Jenny Keup was director of the Volunteer Action Center in Parkersburg from its founding in 1994 until around 2006, when she became executive director of the West Virginia University at Parkersburg Foundation.

When the VAC was formed, it became affiliated with the Points of Light Foundation. “Three months later, we were awarded $1,000 and a trip to D.C. in recognition of our Make A Difference Day project. It helped the Salvation Army establish a shelter for the homeless who needed case management to get back on their feet,” Keup said.

During the formative years of the VAC, the local organization was mentored by the Points of Light Foundation, she said.

“It steered us toward various grant opportunities and connected us with others who did similar work. Because of that, we were able to build programs, such as our information and referral line, which eventually became part of the statewide 211 information help line,” Keup said.

The VAC started FaithLink, which still serves about 250 homebound people with their daily needs.

The VAC, housed in the Dils Building, connected thousands of people to volunteer service in the Mid-Ohio Valley, Keup said.

The Points of Light Foundation often underwrote Keup’s travel to national volunteer conferences, she said. At one of the conferences, in Florida, Keup met President George H.W. Bush, who spoke at the conference. Bush talked about the need to serve others in the community and how he appreciated the work of volunteers.

“He (Bush) showed a sincere interest in what we were doing and I was very happy to personally thank him for the many ways his vision had changed so many lives in our area,” said Keup, who now lives in North Carolina.

“President Bush was the epitome of what we should expect from our leaders. His vision was similar to John F. Kennedy’s, in that he didn’t ask what our country could do for him; he strived to see what he could do for our country,” Keup said.

“I sincerely hope that young people today take a lesson from his life, one that was so well lived. People like President Bush live on through the work they’ve done and we’ve all become the richer for it,” Keup said.
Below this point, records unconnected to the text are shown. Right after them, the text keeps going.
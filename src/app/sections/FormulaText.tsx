import { RichText } from "./RichText.tsx";

/** A symbol with an index, written on one line: λ_g, D_LLL, b_ij; also x0 and a power, ^(1/4). */
const indexed = /([A-Za-zλεηρτδ]+)_([A-Za-zλε0-9]+)|\^\(([^)]+)\)|\b(x)(0)\b/g;

/** A definition of the catalogue with its indices lowered and its powers raised. */
export function FormulaText({ text }: { text: string }) {
  const parts = [];
  let from = 0;
  for (const match of text.matchAll(indexed)) {
    const [whole, base, index, power, origin, zero] = match;
    parts.push(<RichText text={text.slice(from, match.index)} key={`t${match.index}`} />);
    from = match.index + whole.length;
    parts.push(
      power === undefined ? (
        <span className="sym" key={match.index}>
          {base ?? origin}
          <sub className={/^[a-z]$|^LL|^ij|^jk|^ki|^[λε]$/.test(index ?? "") ? undefined : "up"}>
            {index ?? zero}
          </sub>
        </span>
      ) : (
        <sup key={match.index}>{power}</sup>
      ),
    );
  }
  return [...parts, <RichText text={text.slice(from)} key="end" />];
}
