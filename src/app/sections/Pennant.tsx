/** The sign of a doubt: a small flag, a shape and never a colour. */
export function Pennant() {
  return (
    <svg width="12" height="12" viewBox="0 0 12 12" strokeWidth="1.2" aria-hidden="true">
      <path d="M1.5 11.5V1.2H10L7.8 4L10 6.8H1.5" />
    </svg>
  );
}
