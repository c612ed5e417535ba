import type { ReactNode } from "react";
import { arguedOf } from "../../figures/arguedOf.ts";
import type { CaseView } from "../session/caseView.ts";

/** What was argued about some cases; grey while newer fits wait for their argument and it is late. */
export function ArguedBlock({
  cases,
  late,
  children,
}: {
  cases: readonly CaseView[];
  late: boolean;
  children: ReactNode;
}) {
  const stale = late && cases.some((view) => view.stale || arguedOf(view)?.stale);
  return (
    <div className="argued" aria-busy={stale}>
      {children}
    </div>
  );
}
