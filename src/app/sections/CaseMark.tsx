import { caseMark, type MarkerShape } from "../../figures/caseMark.ts";
import { lightTokens } from "../../figures/tokens.ts";

const paths: Readonly<Record<MarkerShape, string>> = {
  circle: "M4.6 0A4.6 4.6 0 1 1 -4.6 0A4.6 4.6 0 1 1 4.6 0Z",
  square: "M-4.2 -4.2H4.2V4.2H-4.2Z",
  "triangle-up": "M0 -4.9L4.7 3.7H-4.7Z",
  diamond: "M0 -5.2L5.2 0L0 5.2L-5.2 0Z",
  "triangle-down": "M0 4.9L4.7 -3.7H-4.7Z",
  cross: "M-1.5 -4.6H1.5V-1.5H4.6V1.5H1.5V4.6H-1.5V1.5H-4.6V-1.5H-1.5Z",
};

/** A case's sign, by marker and colour; with a stretch of its line where there is room. */
export function CaseMark({ mark, line = false }: { mark: number; line?: boolean }) {
  const { marker, dash, open } = caseMark(lightTokens, mark);
  const colour = `var(--case-${(mark % lightTokens.cases.length) + 1})`;
  const width = line ? 28 : 11;
  return (
    <svg
      className="case-mark"
      width={width}
      height="11"
      viewBox={`${-width / 2} -5.5 ${width} 11`}
      aria-hidden="true"
    >
      {line && <path d="M-14 0H14" stroke={colour} strokeWidth="1.6" strokeDasharray={dash.join(" ")} />}
      <path
        d={paths[marker]}
        fill={open ? "var(--paper)" : colour}
        stroke={colour}
        strokeWidth={open ? 1.3 : 0.4}
      />
    </svg>
  );
}
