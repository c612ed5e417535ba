import { useCallback } from "react";
import type { FigureOptions } from "../../figures/figureSpec.ts";
import { invariantsFigure } from "../../figures/invariantsFigure.ts";
import { figureName } from "../page/figureNumbers.ts";
import type { CaseView } from "../session/caseView.ts";
import { FigureBlock } from "./FigureBlock.tsx";

/** The stress tensors of all stations among those that can be. */
export function InvariantsBlock({ cases }: { cases: readonly CaseView[] }) {
  const build = useCallback(
    (options: FigureOptions) => invariantsFigure(withTensor(cases), options),
    [cases],
  );
  if (withTensor(cases).length === 0) return null;
  return (
    <FigureBlock
      name={figureName("isotropy", true)}
      title="Invariants of the anisotropy tensor"
      widthMm={86}
      build={build}
      caption={caption}
    />
  );
}

const withTensor = (cases: readonly CaseView[]) =>
  cases.filter(({ stations }) => stations.some(({ routes }) => routes.anisotropy_xi?.value != null));

const caption = (
  <>
    Invariants of the anisotropy tensor; lines: axisymmetric and two-component turbulence, outside of which no
    stress tensor can lie. Lower corner: isotropic. Bars: 95 %.
  </>
);
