import { describe, expect, it } from "vitest";
import { everyStart } from "../../../src/core/decay/everyStart.ts";
import { fitDecay } from "../../../src/core/decay/fitDecay.ts";
import { fitWindow } from "../../../src/core/decay/fitWindow.ts";
import { nearField } from "../../../src/core/decay/nearField.ts";
import { isEstimate, type Quantity } from "../../../src/core/quantity.ts";
import { seededRandom } from "../../../src/core/signal/seededRandom.ts";
import { expectClose } from "../../support/expectClose.ts";
import { known, plainSettings, spacedFrom, stationAt } from "../../support/lawStations.ts";

const xs = spacedFrom(0, 6, 100, 16);
const law = (x: number) => 0.06 * (x - 3) ** -1.25;
/** Stations on a law with a near field of so much at x = 6 that dies out over six lengths, and scatter of 0.5 %. */
function stations(excess: number, seed: number) {
  const random = seededRandom(seed);
  return xs.map((x) => {
    const q = law(x) * (1 + excess * Math.exp(-(x - 6) / 6)) * Math.exp(0.005 * random.gaussian());
    return stationAt(x, { q: known(q, 0.005) });
  });
}
const holds = (n: Quantity | undefined) =>
  n !== undefined && isEstimate(n) && (n.low ?? -9) <= 1.25 && 1.25 <= (n.high ?? 9);
const flagged = (excess: number, seed: number) =>
  fitDecay(stations(excess, seed), plainSettings).flags.some(({ code }) => code === "near-field");
const shareOf = (excess: number, profiles: number) =>
  Array.from({ length: profiles }, (_, i) => flagged(excess, 100 + i)).filter(Boolean).length / profiles;

describe("a near field", () => {
  it("of 100 %, or 30 %, whose rest hides below the scatter of the window is told in all of forty profiles", () => {
    expect(shareOf(1, 40)).toBe(1);
    expect(shareOf(0.3, 40)).toBeGreaterThan(0.97);
  });
  it("is told on a pure law in fewer than one profile of twelve", () =>
    expect(shareOf(0, 120)).toBeLessThan(1 / 12));
  it("says how many stations it made leave, and by how much the last of them departs", () => {
    const decay = fitDecay(stations(1, 4), plainSettings);
    const at = decay.points.findIndex(({ used }) => used);
    const { left_out, departure } = decay.near_field ?? {};
    expect(left_out).toBe(at);
    const { A, x0, n } = decay.law ?? { A: 0, x0: 0, n: 0 };
    const before = decay.points[at - 1];
    expectClose(departure, before.q / (A * (before.x - x0) ** -n) - 1, {
      relative: 1e-12,
      because: "the same division",
    });
    const text = decay.flags.find(({ code }) => code === "near-field")?.text;
    expect(text).toContain(`${left_out} stations before`);
  });
  it("leaves the truth in the union over every start, which the adopted union loses in most profiles", () => {
    const held = { every: 0, adopted: 0 };
    for (let seed = 200; seed < 240; seed++) {
      const decay = fitDecay(stations(0.3, seed), plainSettings);
      const used = decay.points.filter((point) => point.used);
      if (holds(decay.n)) held.adopted++;
      if (holds(everyStart(used, plainSettings)?.n)) held.every++;
    }
    expect(held.every).toBeGreaterThanOrEqual(38);
    expect(held.adopted).toBeLessThan(20);
  });
  it("is looked for inside a window set by hand", () => {
    const decay = fitDecay(stations(0.1, 5), { ...plainSettings, window: [0, 200] });
    expect(decay.near_field?.left_out).toBe(0);
    expect(decay.near_field?.p).toBeLessThan(0.02);
    expect(decay.flags.find(({ code }) => code === "near-field")?.text).toContain("dies out");
  });
});

describe("the score of a dying term", () => {
  const origin = 3;
  /** ln q of a law with a term B exp(-(x - x1)/L), L = x1 - x0, and no scatter. */
  const points = (B: number, error: number | null) =>
    xs.map((x) => ({ x, q: law(x) * Math.exp(B * Math.exp(-(x - 6) / (6 - origin))), smoothedError: error }));
  const found = (B: number, error: number | null, held: { x0?: number; n?: number } = {}) => {
    const window = fitWindow(points(B, error), { ...plainSettings, ...held });
    if ("refused" in window) throw new Error(window.refused);
    return nearField(window);
  };

  it("gives back a small term that was put in: what A, n and x0 take up of it is taken out of both", () => {
    expectClose(found(1e-5, 0.001)?.excess, 1e-5, {
      relative: 0.02,
      because: "the length follows the fitted x0, and is among those tried",
    });
  });
  it("is not asked for where n or x0 is held: it would tell that they are held elsewhere", () => {
    expect(found(1e-5, 0.001, { x0: origin })).toBeNull();
    expect(found(1e-5, 0.001, { n: 1.25 })).toBeNull();
  });
  it("is as many standard errors as the errors say: ten times smaller errors, ten times the size", () => {
    const [rough, fine] = [found(1e-5, 1e-3)?.size ?? 0, found(1e-5, 1e-4)?.size ?? 0];
    expectClose(fine / rough, 10, { relative: 1e-6, because: "errors of all stations alike" });
  });
  it("keeps its sign", () => expect(found(-1e-5, 0.001)?.excess).toBeLessThan(0));
  it("is not asked of stations that leave nothing over", () => {
    const few = points(0, 0.01).slice(0, 4);
    const window = fitWindow(few, plainSettings);
    expect("refused" in window ? window : nearField(window)).toBeNull();
  });
  it("has a p that falls below one in ten in about one pure law of ten or fewer, errors known or from the scatter", () => {
    const random = seededRandom(8);
    for (const told of [0.01, null]) {
      let small = 0;
      for (let profile = 0; profile < 400; profile++) {
        const moved = xs.map((x) => ({
          x,
          q: law(x) * Math.exp(0.01 * random.gaussian()),
          smoothedError: told,
        }));
        const window = fitWindow(moved, plainSettings);
        if (!("refused" in window) && (nearField(window)?.p ?? 1) < 0.1) small++;
      }
      // Bonferroni over three lengths that resemble one another errs to this side
      expect(small / 400).toBeLessThan(0.13);
      expect(small / 400).toBeGreaterThan(0.02);
    }
  });
});
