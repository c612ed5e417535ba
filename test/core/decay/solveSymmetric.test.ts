import { describe, expect, it } from "vitest";
import { inverseOfSymmetric, solveSymmetric } from "../../../src/core/decay/solveSymmetric.ts";
import { seededRandom } from "../../../src/core/signal/seededRandom.ts";
import { expectClose } from "../../support/expectClose.ts";

const random = seededRandom(17);

/** J'J of a random J, its columns of very different size, as those of a law's numbers are. */
function normal(scales: readonly number[]): number[] {
  const rows = Array.from({ length: 6 }, () => scales.map((scale) => scale * random.gaussian()));
  return [0, 1, 2].flatMap((a) => [0, 1, 2].map((b) => rows.reduce((sum, row) => sum + row[a] * row[b], 0)));
}

const times = (matrix: readonly number[], x: ArrayLike<number>) =>
  [0, 1, 2].map((row) => matrix[3 * row] * x[0] + matrix[3 * row + 1] * x[1] + matrix[3 * row + 2] * x[2]);

describe.each([[[1, 1, 1]], [[1e-4, 1, 1e5]], [[3e6, 2e-3, 40]]])(
  "three equations of scales %s",
  (scales) => {
    const matrix = normal(scales);
    const right = scales.map((scale) => scale * random.gaussian());
    const out = new Float64Array(3);
    const close = (found: number, expected: number, at: number) =>
      expectClose(found, expected, { absolute: 1e-9 * scales[at], because: "rounding times the condition" });

    it("are solved: the matrix times the solution is the right-hand side", () => {
      expect(solveSymmetric(matrix, 0, right, out)).toBe(true);
      times(matrix, out).forEach((value, i) => {
        close(value, right[i], i);
      });
    });
    it.each([0.001, 0.5, 20])("are damped by %d of each element of the diagonal (Marquardt)", (damping) => {
      expect(solveSymmetric(matrix, damping, right, out)).toBe(true);
      const damped = matrix.map((value, at) => (at % 4 === 0 ? value * (1 + damping) : value));
      times(damped, out).forEach((value, i) => {
        close(value, right[i], i);
      });
    });
    it("have an inverse: with the matrix it gives the unit matrix, and it is symmetric", () => {
      const inverse = inverseOfSymmetric(matrix) ?? [];
      for (let row = 0; row < 3; row++)
        for (let column = 0; column < 3; column++) {
          const product = [0, 1, 2].reduce(
            (sum, k) => sum + matrix[3 * row + k] * inverse[3 * k + column],
            0,
          );
          close(product * scales[column], (row === column ? 1 : 0) * scales[row], row);
          const other = inverse[3 * column + row];
          expectClose(inverse[3 * row + column], other, { relative: 1e-9, because: "rounding" });
        }
    });
  },
);

describe("equations that do not tell their numbers apart", () => {
  const out = new Float64Array(3);
  it.each([
    ["the second is the first", [4, 4, 1, 4, 4, 1, 1, 1, 9]],
    ["the third is the sum of both", [2, 1, 3, 1, 2, 3, 3, 3, 6]],
    ["one is empty", [0, 0, 0, 0, 1, 0, 0, 0, 1]],
    ["the last is empty", [1, 0, 0, 0, 1, 0, 0, 0, 0]],
    ["one is no number", [1, 0, 0, 0, Number.NaN, 0, 0, 0, 1]],
  ])("are refused: %s", (_, matrix) => {
    expect(solveSymmetric(matrix, 0, [1, 1, 1], out)).toBe(false);
    expect(inverseOfSymmetric(matrix)).toBeNull();
  });
});
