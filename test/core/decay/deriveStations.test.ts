import { describe, expect, it } from "vitest";
import { deriveStations } from "../../../src/core/decay/deriveStations.ts";
import { fitDecay } from "../../../src/core/decay/fitDecay.ts";
import { lawBand } from "../../../src/core/decay/lawBand.ts";
import { scalesFromDissipation } from "../../../src/core/decay/scalesFromDissipation.ts";
import type { DecaySettings } from "../../../src/core/decayResult.ts";
import { isEstimate, missing } from "../../../src/core/quantity.ts";
import { seededRandom } from "../../../src/core/signal/seededRandom.ts";
import type { StationResult } from "../../../src/core/stationResult.ts";
import { expectClose } from "../../support/expectClose.ts";
import { known, lawStations, plainSettings, spacedFrom, stationAt } from "../../support/lawStations.ts";
import { readRows } from "../../support/readRows.ts";

const table4 = readRows(
  new URL("../../reference/cbc1971/cbc1971_table4_gross_properties.csv", import.meta.url),
);
// "U0 M/nu = 34000" with U0 = 10 m/s and M = 5.08 cm (section 2 of the paper), cm²/s
const nuOfPaper = (1000 * 5.08) / 34000;

describe.each(table4)("Comte-Bellot & Corrsin (1971), table 4, tU0/M = $tU0_over_M", (row) => {
  const scales = scalesFromDissipation(
    known(Number(row.u1_rms_cm_s) ** 2, 0.01),
    known(Number(row.epsilon_cm2_s3), 0.02),
    known(Number(row.L_f_longitudinal_cm), 0.05),
    nuOfPaper,
  );
  const because = "the table's u' and epsilon are rounded to three digits";

  it("has the published lambda", () =>
    expectClose(scales.lambda.value, Number(row.lambda_g_cm), { relative: 0.006, because }));
  it("has the published R_lambda", () =>
    expectClose(scales.Re_lambda.value, Number(row.R_lambda), { relative: 0.008, because }));
  it("has the published eta", () =>
    expectClose(scales.eta.value, Number(row.eta_cm), {
      relative: 0.01,
      because: "eta is given to two digits",
    }));
});

const law = { A: 0.06, x0: 0.075, n: 1.25, ell: 0.025, U: 6, nu: 1.5e-5, B: 0.005, m: 0.375 };
const xs = spacedFrom(law.x0, 0.2, 2, 16);
const settings: DecaySettings = { ...plainSettings, referenceLength: law.ell, kinematicViscosity: law.nu };
const derive = (stations: StationResult[], choice: Partial<DecaySettings> = {}) => {
  const all = { ...settings, ...choice };
  return deriveStations(stations, fitDecay(stations, all), all);
};

describe("what follows from the law", () => {
  it("is a dissipation that balances the measured one where the turbulence decays freely", () => {
    for (const station of derive(lawStations(law, xs, 0.01)))
      expectClose(station.balance.value, 1, { relative: 1e-6, because: "the stations lie on the law" });
  });
  it("is the same whether k was measured or u alone", () => {
    const alone = lawStations(law, xs, 0.01).map(({ x, U, uu }) => stationAt(x, { U, uu, duration: 1 }));
    const whole = derive(lawStations(law, xs, 0.01));
    for (const [i, { epsilon_decay }] of derive(alone).entries())
      expectClose(epsilon_decay.value, whole[i].epsilon_decay.value ?? 0, {
        relative: 1e-6,
        because: "the law is isotropic",
      });
  });
  it("leaves what was measured alone where the gradient is adopted", () => {
    const before = lawStations(law, xs, 0.01);
    derive(before).forEach((station, i) => {
      expect(station.epsilon).toBe(before[i].epsilon);
      expect(station.lambda).toBe(before[i].lambda);
    });
  });
  it("fixes epsilon, lambda, eta and Re_lambda where the decay is adopted, as for an LES", () => {
    const unresolved = lawStations(law, xs, 0.01).map((station) => ({
      ...station,
      epsilon: missing("not derived yet"),
      lambda: missing("not derived yet"),
      eta: missing("not derived yet"),
    }));
    const truth = lawStations(law, xs, 0.01);
    derive(unresolved, { kind: "les" }).forEach((station, i) => {
      for (const key of ["epsilon", "lambda", "eta", "Re_lambda"] as const)
        expectClose(station[key].value, truth[i][key].value ?? 0, {
          relative: 1e-6,
          because: "isotropic, on the law",
        });
    });
  });
  it("keeps the dissipation a profile brings, and gives one to a profile without", () => {
    const profile = lawStations(law, xs, 0.01).map((station) => ({ ...station, duration: null }));
    expect(derive(profile)[3].epsilon).toBe(profile[3].epsilon);
    const without = profile.map((station) => ({ ...station, epsilon: missing("no such column") }));
    const derived = derive(without)[3];
    expect(derived.epsilon).toEqual(derived.epsilon_decay);
    expect(derived.lambda).toBe(without[3].lambda);
  });
  it("says nothing outside its window or without a law", () => {
    const outside = derive(lawStations(law, xs, 0.01), { window: [xs[4], xs[12]] });
    expect(outside[3].epsilon_decay.value).toBeNull();
    expect(outside[4].epsilon_decay.value).not.toBeNull();
    const refused = derive(lawStations(law, xs, 0.01), { window: [xs[0], xs[2]], kind: "les" });
    expect(refused[1].epsilon).toMatchObject({ value: null, why: expect.stringContaining("three stations") });
  });
  it("is n k/(t - t0) in a decay along time", () => {
    const box = xs.map((t) =>
      stationAt(t, { k: known(2 * t ** -1.4, 0.01), uu: known((4 / 3) * t ** -1.4, 0.01) }),
    );
    const stations = derive(box, { along: "t", quantity: "k" });
    expectClose(stations[5].epsilon_decay.value, (1.4 * 2 * xs[5] ** -1.4) / xs[5], {
      relative: 1e-6,
      because: "-dk/dt of the law",
    });
  });
});

describe("the band of a law and its dissipation", () => {
  it("hold the truth 95 times in 100 at the middle of the window", () => {
    const random = seededRandom(5);
    let [band, dissipation] = [0, 0];
    const truth = lawStations(law, xs, 0.02)[8];
    for (let trial = 0; trial < 300; trial++) {
      const stations = lawStations(law, xs, 0.02, () => Math.exp(0.02 * random.gaussian()));
      const all: DecaySettings = { ...settings, window: [xs[0], xs[15]] };
      const decay = fitDecay(stations, all);
      if (decay.law === null) continue;
      const { low, high } = lawBand(decay.law, [xs[8]]);
      const q = (truth.k.value ?? 0) / 36;
      if ((low[0] ?? 9) < q && q < (high[0] ?? 0)) band++;
      const { epsilon_decay } = deriveStations(stations, decay, all)[8];
      const epsilon = truth.epsilon.value ?? 0;
      if (
        isEstimate(epsilon_decay) &&
        (epsilon_decay.low ?? 9e9) < epsilon &&
        epsilon < (epsilon_decay.high ?? 0)
      )
        dissipation++;
    }
    for (const held of [band, dissipation]) {
      expect(held).toBeGreaterThanOrEqual(270);
      expect(held).toBeLessThanOrEqual(298);
    }
  });
});
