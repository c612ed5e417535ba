import { program } from "../../core/program.ts";
import { formatCount } from "../../figures/formatNumber.ts";
import type { CaseView } from "../session/caseView.ts";
import { bytesText } from "./bytesText.ts";

/** The last line: which program, and what it was given. */
export function PageFoot({ cases }: { cases: readonly CaseView[] }) {
  const sources = cases.flatMap((view) => view.of.sources);
  const bytes = sources.reduce((sum, source) => sum + source.bytes, 0);
  return (
    <footer className="row page-foot">
      <div />
      <p>
        Waneline {program.version}; {formatCount(sources.length)} files, {bytesText(bytes, bytes)}. They stay
        on this machine: they are read here, and the page asks nothing of any other server.
      </p>
    </footer>
  );
}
For many years in the local community, the Volunteer Action Center, with Jenny Keup as its founding director, served as the key connection point for both persons willing to serve as volunteers and organizations in our community needing volunteers, said Judy Sjostedt, executive director of the Parkersburg Area Community Foundation. VAC encouraged school-aged young people to volunteer as well as seniors and corporate individuals, she said.

The Parkersburg Area Community Foundation was privileged to join the VAC’s works both as a partner and funder for some of the organization’s projects and as a manager of its funds, Sjostedt said.

“Our organizations executed a variety of projects together over the years. We received two successive Points of Light Foundation ‘Service as a Strategy’ award grants that were funded through the Ford Foundation,” Sjostedt said.

Sjostedt attended the same conference as Keup in Florida where President George H.W. Bush spoke.

“What I recall most about President Bush is his manner; he was very personable, and affable. He made it a point to personally meet and speak with each of the volunteers and their organizations receiving awards. I was impressed by how approachable and encouraging of our work he was,” Sjostedt said.